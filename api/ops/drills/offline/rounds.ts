import { killApi } from './api-process.js';
import type { BreakingProxy } from './breaking-proxy.js';
import type { Entry } from './ledger.js';
import { points, type Tablet } from './table.js';

/** Where a tab may be killed: between two keys, after Enter, or not at all. */
type Blow = 'typed' | 'entered' | 'none';

interface Trial {
  readonly tablet: Tablet;
  readonly proxy: BreakingProxy;
  readonly dataFolder: string;
  /** Everything typed so far, in order. */
  readonly typed: Entry[];
}

/** A plain linear congruential generator (Numerical Recipes): the same drill each time. */
export function dice(seed: number): (sides: number) => number {
  let state = seed >>> 0;
  return (sides) => {
    state = (Math.imul(state, 1664525) + 1013904223) >>> 0;
    return Math.floor((state / 2 ** 32) * sides);
  };
}

const scenes = ['no-network', 'no-network', 'lost-answer', 'api-killed', 'fair'] as const;
const blows: readonly Blow[] = ['typed', 'entered', 'none'];

/** One round: a few figures typed in bad weather, a tab killed, the network back, everything sent. */
export async function playRound(trial: Trial, roll: (sides: number) => number): Promise<string> {
  const { tablet, proxy, dataFolder } = trial;
  const scene = scenes[roll(scenes.length)]!;
  if (scene === 'no-network') proxy.turn('down');
  const times = 1 + roll(3);
  for (let time = 0; time < times; time++) {
    const entry = { point: points[roll(points.length)]!, figure: String(10_000 + trial.typed.length) };
    const blow = blows[roll(blows.length)]!;
    if (scene === 'lost-answer') proxy.weather = 'lose-answer';
    await keyIn(trial, entry, blow, async () => {
      if (scene === 'api-killed' && time === 0) await killApi(dataFolder);
    });
    if (scene === 'lost-answer') proxy.turn('through');
  }
  proxy.turn('through');
  await tablet.allSent();
  return scene;
}

/** Types a figure and commits it, whatever happens in between; what was only typed is found again and committed. */
async function keyIn(
  { tablet, proxy, typed }: Trial,
  entry: Entry,
  blow: Blow,
  meanwhile: () => Promise<void>,
): Promise<void> {
  typed.push(entry);
  await tablet.type(entry);
  if (blow === 'typed') {
    await revive(tablet, proxy);
    await tablet.comesBack(entry);
  }
  const committing = tablet.enter(entry.point);
  await meanwhile();
  await committing.catch(() => undefined);
  if (blow !== 'entered') return;
  await revive(tablet, proxy);
  // Killed so soon after Enter, the figure may still have been a draft: it must then come back in its box, as it
  // does where it was committed. Entered once more, what was committed stays as it is.
  if (await tablet.comesBack(entry)) await tablet.enter(entry.point);
}

/** A killed tab is opened again; where answers are being lost, pages must at least arrive. */
async function revive(tablet: Tablet, proxy: BreakingProxy): Promise<void> {
  await tablet.kill();
  if (proxy.weather === 'lose-answer') proxy.turn('through');
  await tablet.openSheet();
}
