import { describe, expect, it } from 'vitest';
import { dye, plain, colourOf } from '../cloths/cloth';
import { takePicture, type Shot } from './picture';
import { Scene } from './scene';

const shot: Shot = {
  camera: { yaw: 0, pitch: 5, distance: 400, lookAt: [0, 10], span: 40, aspect: 1 },
  backdrop: 'floor',
  reach: 30,
};

function ball(): Scene {
  const scene = new Scene();
  scene.lay(
    { cloth: plain({ colour: colourOf(dye('#803030')) }), across: 80, along: 60, closed: true },
    (u, v, p) => {
      const a = u * 2 * Math.PI;
      const b = v * Math.PI;
      p.x = 9 * Math.sin(b) * Math.sin(a);
      p.y = 10 + 9 * Math.cos(b);
      p.z = 9 * Math.sin(b) * Math.cos(a);
      p.u = u;
      p.v = v;
    },
  );
  return scene;
}

const pixels = (): Promise<Buffer> =>
  takePicture(ball(), shot, { widthPx: 120, heightPx: 120, oversample: 1.4 }).raw().toBuffer();
const at = (buffer: Buffer, x: number, y: number): number[] => [
  ...buffer.subarray((y * 120 + x) * 3, (y * 120 + x) * 3 + 3),
];

describe('takePicture', () => {
  it('takes the same picture twice', async () => {
    expect((await pixels()).equals(await pixels())).toBe(true);
  });

  it('shows the cloth in its own colour, lit from the upper left, before a grey board', async () => {
    const buffer = await pixels();
    const [red, green] = at(buffer, 60, 60);
    expect(red).toBeGreaterThan(green! * 1.6);
    const lit = at(buffer, 46, 46)[0]!;
    const shaded = at(buffer, 76, 76)[0]!;
    expect(lit).toBeGreaterThan(shaded + 30);
    const board = at(buffer, 5, 5);
    expect(Math.max(...board) - Math.min(...board)).toBeLessThan(12);
    expect(board[0]).toBeGreaterThan(200);
  });

  it('draws the shadow it stands in', async () => {
    const buffer = await pixels();
    // Just under the ball, and level with it at the edge of the picture.
    expect(at(buffer, 60, 89)[1]).toBeLessThan(at(buffer, 6, 89)[1]! - 10);
  });
});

● **Task objective**
Starting at the line with "it('draws the shadow", copy each line through the end of the data, both ends included, and give nothing else.

● **Response area**
  it('draws the shadow it stands in', async () => {
    const buffer = await pixels();
    // Just under the ball, and level with it at the edge of the picture.
    expect(at(buffer, 60, 89)[1]).toBeLessThan(at(buffer, 6, 89)[1]! - 10);
  });
});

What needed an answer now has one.